Confidence in the means despite high standard deviation?

[Hypatio]

I have a one-dimensional set of data which I have attached an image of. This data is an intensity z, as a function of time, t. There are many data points over time with a large amount of scatter. However, if the data is binned over very short wavelengths we see that there is smooth variation over time. The standard deviation is large due to the scatter in the data, but it is also about the same for all times. In addition, we can create a model of the phenomenon at work and fit the means very well. On the other hand, if we simply change parameters in the model, we can get a model which fits the means poorly, but is still within the standard deviation because the standard deviation is so large.

What I want to know is what kind of statistical problems are encountered if you want to argue that a model which does not fit the bins well (even if it lay within the standard deviation) is actually a bad fit? I can think of at least two things but I don't know how to talk about them as well as I would like:

1) There is clearly a systematic long-wavelength variation which can be fit by a model, but how does that translate to a statistical argument for confidence that the means are more important than the standard deviation?

2) The roughness of the data may simply be noise which is randomly distributed. If the 'roughness' of the noise (e.g. root-mean squared residual) is about the same magnitude as the standard deviation, would this not prove that the means are more robust than it would seem, given the large standard deviation?

In short, how do you argue about the robustness the means in data with large standard deviation?

What do you think?

 

[Stephen Tashi]

Your questions about standard deviation seem to assume that all the "error" is in the luminosity measurement and that there is no error in the time measurement. Is that your assumption?

 

[Hypatio]

Actually, the assumption is that the "error" (standard deviation) lay in a source of non-experimental random noise. I say non-experimental because the noise is real but could be linked to a second-order process. The measurements themselves (luminosity and time) could be treated as exact.

So we have a main process A which generate the large-scale variation, and then a small-scale process B which generates the "noise".
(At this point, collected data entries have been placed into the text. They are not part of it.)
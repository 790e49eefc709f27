// @vitest-environment jsdom
import { beforeEach, describe, expect, it } from 'vitest';
import { loadDraft, sameDraft, storeDraft } from './draft.ts';
import { buildDocument } from './stackFixtures.ts';

const draft = { name: 'Film', description: '', document: buildDocument() };

describe('the draft of a tab', () => {
  beforeEach(() => window.sessionStorage.clear());

  it('survives a reload with the version it began with', () => {
    storeDraft(window.sessionStorage, 'stack', { baseVersion: 4, draft });
    expect(loadDraft(window.sessionStorage, 'stack')).toEqual({ baseVersion: 4, draft });
    storeDraft(window.sessionStorage, 'stack', null);
    expect(loadDraft(window.sessionStorage, 'stack')).toBeNull();
  });

  it('is let go when it does not fit any more', () => {
    window.sessionStorage.setItem('skewlight.draft.stack', '{"baseVersion":4,"draft":{"name":"Film"}}');
    expect(loadDraft(window.sessionStorage, 'stack')).toBeNull();
    window.sessionStorage.setItem('skewlight.draft.stack', 'not JSON');
    expect(loadDraft(window.sessionStorage, 'stack')).toBeNull();
  });

  it('compares by what it says', () => {
    expect(sameDraft(draft, { ...draft, document: buildDocument() })).toBe(true);
    expect(sameDraft(draft, { ...draft, name: 'Other' })).toBe(false);
    expect(sameDraft(draft, { ...draft, document: buildDocument({ layers: [] }) })).toBe(false);
  });
});
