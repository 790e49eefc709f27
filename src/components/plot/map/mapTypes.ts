import type { PlotAxis, PlotSeries } from '../plotTypes.ts';

/** Values over two axes, the first one innermost: `values[iy * x.length + ix]`, NaN for none or not yet. */
export type MapData = { x: ArrayLike<number>; y: ArrayLike<number>; values: ArrayLike<number> };

/** What is mapped: its name, and the axis that its cut and its colour bar have. */
export type MapValue = { name: string; axis: PlotAxis } & Pick<PlotSeries, 'tone' | 'dash' | 'width'>;

/** A point of the grid. */
export type MapPlace = { ix: number; iy: number };
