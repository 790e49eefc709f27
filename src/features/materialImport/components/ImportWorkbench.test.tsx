// @vitest-environment jsdom
import { QueryClientProvider } from '@tanstack/react-query';
import { cleanup, render, screen, within } from '@testing-library/react';
import userEvent from '@testing-library/user-event';
import { useState } from 'react';
import { MemoryRouter } from 'react-router-dom';
import { afterEach, beforeEach, describe, expect, it } from 'vitest';
import type { MaterialImport } from '../../../../shared/materialImport.ts';
import { ownHabits } from '../../../../shared/materialImport.ts';
import { createQueryClient } from '../../../lib/queryClient.ts';
import { startTestServer } from '../../../lib/testServer.ts';
import { ImportWorkbench } from './ImportWorkbench.tsx';

const server = startTestServer();
afterEach(cleanup);
beforeEach(() => window.sessionStorage.clear());

const read: MaterialImport = {
  id: 'i1',
  groupId: 'g1',
  fileName: 'pasted table',
  bytes: 300,
  state: 'ready',
  progress: 1,
  error: null,
  exported: null,
  table: {
    delimiter: 'semicolon',
    decimal: 'comma',
    headerLine: 1,
    comments: ['# by somebody'],
    columns: [
      { header: 'E (eV)', least: 1.5, greatest: 3 },
      { header: 'eps1', least: -20, greatest: -3 },
      { header: 'eps2', least: -26, greatest: -10 },
    ],
    rowCount: 2,
    firstRows: [
      { line: 2, cells: [1.5, -20, -26] },
      { line: 3, cells: [3, -3, null] },
    ],
    lastRows: [{ line: 3, cells: [3, -3, null] }],
    suggestion: {
      spectral: { column: 0, unit: 'eV' },
      index: { from: 'eps1, eps2', eps1: 1, eps2: 2 },
      voigt: null,
      indexOf: null,
      habits: ownHabits,
    },
    warnings: [{ code: 'empty-cells', message: 'One cell is empty.', lines: [3] }],
  },
};

const refusal = {
  error: {
    code: 'invalid',
    message: 'The table cannot be converted so.',
    issues: [{ path: 'habits.time', message: 'eps2 < 0 after the conversion: choose exp(+iwt)' }],
  },
};

/** What the server was asked, and the state that it gives the import. */
let asked: { url: string; body: unknown }[];
let state: MaterialImport;

beforeEach(() => {
  asked = [];
  state = read;
  server.answer((request, response) => {
    let text = '';
    request.on('data', (part: Buffer) => (text += part.toString()));
    request.on('end', () => {
      const url = request.url ?? '';
      const body: unknown = text === '' ? null : JSON.parse(text);
      asked.push({ url, body });
      const preview = url.endsWith('/preview');
      response.writeHead(preview ? 422 : 200, { 'content-type': 'application/json' });
      const reading = { ...state, state: 'reading', progress: 0.4, table: null, error: null };
      const answer = preview ? refusal : request.method === 'POST' ? reading : state;
      response.end(JSON.stringify(answer));
    });
  });
});

function Harness({ opened }: { opened: string | null }) {
  const [importId, setImportId] = useState(opened);
  return (
    <ImportWorkbench
      groupId="g1"
      importId={importId}
      onImport={setImportId}
      target={null}
      materials={[]}
      loadMaterial={() => Promise.reject(new Error('not asked'))}
      onKept={() => undefined}
    />
  );
}

function open(importId: string | null) {
  render(
    <QueryClientProvider client={createQueryClient()}>
      <MemoryRouter>
        <Harness opened={importId} />
      </MemoryRouter>
    </QueryClientProvider>,
  );
  return userEvent.setup();
}

const pasted = 'E (eV);eps1;eps2\n1,5;-20;-26';

async function paste(user: ReturnType<typeof open>) {
  await user.click(screen.getByRole('tab', { name: 'Paste a table' }));
  await user.click(screen.getByLabelText('Table'));
  await user.paste(pasted);
  await user.click(screen.getByRole('button', { name: 'Read this table' }));
}

const step = (name: RegExp) => screen.getByRole('region', { name });

describe('the import of a table', () => {
  it('follows the reading and fills in what the server suggests, but no habit', async () => {
    const user = open(null);
    await paste(user);
    expect((await screen.findByRole('progressbar', { name: 'Reading the table' })).ariaValueNow).toBe('40');
    const meaning = await screen.findByLabelText<HTMLSelectElement>('Meaning of column 2, eps1');
    expect(meaning.value).toBe('eps1');
    expect(asked[0]).toEqual({ url: '/api/v1/groups/g1/imports', body: { text: pasted } });
    expect(within(step(/Step 1/)).getByText(/One cell is empty/).textContent).toContain('Line 3');
    const choices = within(step(/Step 3/)).getAllByRole<HTMLInputElement>('radio');
    expect(choices.map(({ checked }) => checked)).toEqual([false, false]);
    expect(step(/Step 4/).textContent).toContain('one question is still open');
    expect(asked.some(({ url }) => url.endsWith('/preview'))).toBe(false);
  });

  it('asks for a conversion once every habit is chosen, and says which step mends a refusal', async () => {
    const user = open('i1');
    await user.click(await screen.findByRole('radio', { name: 'exp(−iωt)' }));
    const refused = await screen.findByText(/choose exp\(\+iwt\)/, undefined, { timeout: 5000 });
    expect(within(refused).getByRole('link').getAttribute('href')).toBe('#step-signs');
    expect(asked.find(({ url }) => url.endsWith('/preview'))?.body).toEqual({
      spectral: { column: 0, unit: 'eV' },
      index: { from: 'eps1, eps2', eps1: 1, eps2: 2 },
      voigt: null,
      indexOf: null,
      habits: { ...ownHabits, time: 'exp(-iwt)' },
    });
    expect(step(/Step 5/).textContent).toContain('asked once there is a result');
  });

  it('says what the columns lack and takes the questions back until it is mended', async () => {
    const user = open('i1');
    await user.selectOptions(await screen.findByLabelText('Meaning of column 1, E (eV)'), 'unused');
    expect(screen.getByText(/Say which column holds the wavelength/)).not.toBeNull();
    expect(screen.queryByRole('radio')).toBeNull();
    await user.selectOptions(screen.getByLabelText('Meaning of column 1, E (eV)'), 'spectral');
    expect(screen.getAllByRole('radio')).toHaveLength(2);
  });

  it('comes back after a reload with what was answered', async () => {
    const user = open('i1');
    await user.selectOptions(await screen.findByLabelText('Unit of column 1'), 'THz');
    await user.click(screen.getByRole('radio', { name: 'exp(+iωt)' }));
    cleanup();
    open('i1');
    expect((await screen.findByLabelText<HTMLSelectElement>('Unit of column 1')).value).toBe('THz');
    expect(screen.getByRole<HTMLInputElement>('radio', { name: 'exp(+iωt)' }).checked).toBe(true);
  });

  it('shows a refusal with its remedy and keeps what was pasted', async () => {
    state = {
      ...read,
      state: 'refused',
      table: null,
      error: 'Line 2 has 2 cells, line 1 has 3. Mend line 2.',
    };
    const user = open(null);
    await paste(user);
    expect(await screen.findByText(/Mend line 2/)).not.toBeNull();
    expect(screen.getByLabelText<HTMLTextAreaElement>('Table').value).toBe(pasted);
  });

  it('refuses an empty text and a file that is too large before anything is sent', async () => {
    const user = open(null);
    const large = new File(['1'], 'all.csv');
    Object.defineProperty(large, 'size', { value: 1_000_000_000 });
    await user.upload(screen.getByLabelText('Choose a file'), large);
    expect(screen.getByText(/all.csv has 1,000 MB; at most 20 MB can be read/)).not.toBeNull();
    await user.click(screen.getByRole('tab', { name: 'Paste a table' }));
    await user.click(screen.getByRole('button', { name: 'Read this table' }));
    expect(screen.getByText('Paste the rows of the table first.')).not.toBeNull();
    expect(asked).toEqual([]);
  });
});
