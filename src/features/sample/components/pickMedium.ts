import type { ReactNode } from 'react';
import type { StackMedium } from '../../../../shared/stack.ts';

/** Draws the control that chooses a medium. */
export type PickMedium = (props: {
  medium: StackMedium;
  label: string;
  onChange: (medium: StackMedium) => void;
}) => ReactNode;
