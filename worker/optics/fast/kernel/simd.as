// Two points side by side: every v128 holds the same quantity of two neighbouring points. A complex quantity is two
// v128, real parts first. Functions here are inlined; the compiled kernel contains only straight code.

/** Bytes of one v128: the unit of all record layouts. */
export const V: usize = 16;

@inline
export function at(record: usize, slot: usize): v128 {
  return v128.load(record + slot * V);
}

@inline
export function put(record: usize, slot: usize, value: v128): void {
  v128.store(record + slot * V, value);
}

@inline
export function both(value: f64): v128 {
  return f64x2.splat(value);
}

/** A constant from a table, in both lanes: one instruction, where a literal would take three. */
@inline
export function entry(table: usize, index: usize): v128 {
  return v128.load64_splat(table + (index << 3));
}

@inline
export function add(a: v128, b: v128): v128 {
  return f64x2.add(a, b);
}

@inline
export function sub(a: v128, b: v128): v128 {
  return f64x2.sub(a, b);
}

@inline
export function mul(a: v128, b: v128): v128 {
  return f64x2.mul(a, b);
}

@inline
export function div(a: v128, b: v128): v128 {
  return f64x2.div(a, b);
}

/** Real part of a b. */
@inline
export function re(aRe: v128, aIm: v128, bRe: v128, bIm: v128): v128 {
  return f64x2.sub(f64x2.mul(aRe, bRe), f64x2.mul(aIm, bIm));
}

/** Imaginary part of a b. */
@inline
export function im(aRe: v128, aIm: v128, bRe: v128, bIm: v128): v128 {
  return f64x2.add(f64x2.mul(aRe, bIm), f64x2.mul(aIm, bRe));
}

/** Modulus squared. */
@inline
export function norm(aRe: v128, aIm: v128): v128 {
  return f64x2.add(f64x2.mul(aRe, aRe), f64x2.mul(aIm, aIm));
}

/** 1 / |z|^2, kept finite where z is exactly zero: a guided mode or a field node met by accident. */
@inline
export function inverseNorm(aRe: v128, aIm: v128): v128 {
  return f64x2.div(both(1), f64x2.max(norm(aRe, aIm), both(1e-120)));
}

@inline
export function choose(mask: v128, yes: v128, no: v128): v128 {
  return v128.bitselect(yes, no, mask);
}
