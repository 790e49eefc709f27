import type { ReactNode } from 'react';
import { Quantity } from '../../../components/Quantity.tsx';

/** A line of the panel: what it is, and its controls at the right. */
export function Row({ label, children }: { label: ReactNode; children: ReactNode }) {
  return (
    <div className="flex min-h-7 flex-wrap items-center justify-between gap-x-2">
      <span className="text-muted">{label}</span>
      <span className="inline-flex flex-wrap items-center gap-1">{children}</span>
    </div>
  );
}

type Props = {
  label: string;
  unit: string;
  value: number;
  min?: number;
  max?: number;
  step?: number;
  onChange: (value: number) => void;
};

/** A number of the panel, on the ground that says it can be changed. */
export function SampleQuantity({ min = 0, step = 0.1, ...rest }: Props) {
  return <Quantity {...rest} min={min} step={step} className="[&>span:first-child]:bg-paper" />;
}

type CheckProps = { label: string; checked: boolean; onChange: (checked: boolean) => void };

/** A setting that is on or off. */
export function Check({ label, checked, onChange }: CheckProps) {
  return (
    <label className="inline-flex w-fit items-center gap-2">
      <input
        type="checkbox"
        checked={checked}
        onChange={(event) => onChange(event.target.checked)}
        className="accent-accent"
      />
      {label}
    </label>
  );
}
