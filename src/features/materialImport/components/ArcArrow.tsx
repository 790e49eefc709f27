type ArcArrowProps = {
  center: readonly [x: number, y: number];
  radius: number;
  /** Height over width: below 1 the path is an ellipse. */
  flatten?: number;
  /** Counter-clockwise from the right, as on paper; the head stands at `toDeg`. */
  fromDeg: number;
  toDeg: number;
  color: string;
  width?: number;
};

const HEAD = 8;
const STEPS = 48;

/** A curved arrow of the drawings of sign habits. */
export function ArcArrow(props: ArcArrowProps) {
  const { center, radius, flatten = 1, fromDeg, toDeg, color, width = 2 } = props;
  // The page's y points down.
  const at = (angleDeg: number): [number, number] => {
    const angle = (angleDeg * Math.PI) / 180;
    return [center[0] + radius * Math.cos(angle), center[1] - radius * flatten * Math.sin(angle)];
  };
  // The shaft ends where the head begins.
  const baseDeg = toDeg - Math.sign(toDeg - fromDeg) * ((HEAD / radius) * (180 / Math.PI));
  const shaft = Array.from({ length: STEPS + 1 }, (_, step) =>
    at(fromDeg + ((baseDeg - fromDeg) * step) / STEPS),
  );
  const [tip, base] = [at(toDeg), at(baseDeg)];
  const [dx, dy] = [tip[0] - base[0], tip[1] - base[1]];
  const half = HEAD / 2 / Math.hypot(dx, dy);
  const head = [tip, [base[0] - dy * half, base[1] + dx * half], [base[0] + dy * half, base[1] - dx * half]];
  return (
    <g>
      <polyline
        points={shaft.map((point) => point.join(',')).join(' ')}
        fill="none"
        stroke={color}
        strokeWidth={width}
      />
      <polygon points={head.map((corner) => corner.join(',')).join(' ')} fill={color} />
    </g>
  );
}
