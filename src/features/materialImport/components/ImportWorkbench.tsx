import { useQuery } from '@tanstack/react-query';
import type { Material, MaterialSummary } from '../../../../shared/material.ts';
import { Button } from '../../../components/Button.tsx';
import { ErrorState } from '../../../components/ErrorState.tsx';
import { LoadingState } from '../../../components/LoadingState.tsx';
import { importQuery } from '../api/importTable.ts';
import { ExportedImport } from './ExportedImport.tsx';
import { ImportStep, StepList } from './ImportStep.tsx';
import { MappedImport } from './MappedImport.tsx';
import { TableStep } from './TableStep.tsx';

type ImportWorkbenchProps = {
  groupId: string;
  /** The import that the address names; null before a table was sent. */
  importId: string | null;
  onImport: (importId: string | null) => void;
  target: Material | null;
  materials: readonly MaterialSummary[];
  loadMaterial: (id: string, version: number) => Promise<Material>;
  onKept: (material: Material) => void;
};

const notYet = { columns: 'waiting', signs: 'waiting', result: 'waiting', keep: 'waiting' } as const;

/** The five steps on one page. What was answered stays, whatever is refused and wherever one goes back to. */
export function ImportWorkbench(props: ImportWorkbenchProps) {
  const { groupId, importId, onImport, target, materials, loadMaterial, onKept } = props;
  const query = useQuery({ ...importQuery(importId ?? ''), enabled: importId !== null });
  const sent = importId === null ? null : (query.data ?? null);
  if (importId !== null && sent === null) {
    return query.isError ? (
      <div className="flex flex-col items-start gap-3">
        <ErrorState
          title="This import could not be loaded"
          error={query.error}
          onRetry={() => void query.refetch()}
        />
        <Button onClick={() => onImport(null)}>Begin with another table</Button>
      </div>
    ) : (
      <LoadingState label="Loading the import" />
    );
  }
  const ready = sent?.state === 'ready';
  const tableStep = (
    <ImportStep key="table" id="table" state={ready ? 'done' : 'open'}>
      <TableStep
        groupId={groupId}
        sent={sent}
        onSent={({ id }) => onImport(id)}
        onAnother={() => onImport(null)}
      />
    </ImportStep>
  );
  if (ready && sent.exported) {
    return (
      <ExportedImport
        key={sent.id}
        groupId={groupId}
        importId={sent.id}
        exported={sent.exported}
        tableStep={tableStep}
        onKept={onKept}
      />
    );
  }
  if (ready && sent.table) {
    return (
      <MappedImport
        key={sent.id}
        groupId={groupId}
        importId={sent.id}
        table={sent.table}
        tableStep={tableStep}
        target={target}
        materials={materials}
        loadMaterial={loadMaterial}
        onKept={onKept}
      />
    );
  }
  return (
    <>
      <StepList states={{ table: 'open', ...notYet }} />
      <div className="flex flex-col gap-4">
        {tableStep}
        <ImportStep id="columns" state="waiting" waitsFor="shown once the table is read" />
        <ImportStep id="signs" state="waiting" waitsFor="asked once the columns are known" />
        <ImportStep id="result" state="waiting" waitsFor="shown once the signs are known" />
        <ImportStep id="keep" state="waiting" waitsFor="asked once there is a result" />
      </div>
    </>
  );
}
So if I want to constrain the variation due to process A, it is correct to fit to the means only and incorrect to just fit any curve within the standard deviation. But what kind of statistical ideas are involved here? How can you statistically argue that you must fit to the means?

 

[chiro]

So basically are you trying to say given some assumption for an error residual, what is the effect of this residual in terms of how it affects the measured distribution (with respect to the true population) and how we should deal with this when we want to estimate the population distribution (without the noise)?

 

[Stephen Tashi]

So if I want to constrain the variation due to process A, it is correct to fit to the means only and incorrect to just fit any curve within the standard deviation. But what kind of statistical ideas are involved here? How can you statistically argue that you must fit to the means?

The "best fit" is a subjective decision until you have an objective definition of "best". Some people define "best" by expressing faith in some statistic, like the (estimator of the) mean. Some people cn define a "loss function' or "merit function" and try to minimized the expected loss or maximize the expected merit. As I recall, using the mean value of a population to predict samples from a population minimizes a quadratic loss function. The mean value of a sample is one estimator of the mean value of the population.

If you are working on something that you'll try to publish, then look in the journals that you're submitting it to and see what kind of statistical methods the editors of the journal have accepted.

 

[Hypatio]

Chiro,

I think that sounds right. I want to say that the error residual, with respect to the sample mean (as an approximation of the true population mean), is superfluous to "process A". I suppose that this requires an estimate of the population distribution without the noise by determining the effect of the error residual on the measured distribution?

 

[chiro]

You might need to invent some theory yourself but what I would recommend you do is basically look at the standard goodness of fit tests and allow some "slack" space to take into account the random noise.

Without noise, something like a Chi-Square Goodness of Fit test would be the exact way to detect a disturbance and when you add noise, then what happens is this uncertainty (and hence variance) becomes larger as you are essentially adding more variance to the distribution.

One thing I definitely think you should do is to use some statistical theory to "average" over all possible distributions to get a "mean" distribution and then use that for your chi-square goodness of fit.

You could also use a Bayesian approach.

The above ideas should all provide some way of factoring in the random noise.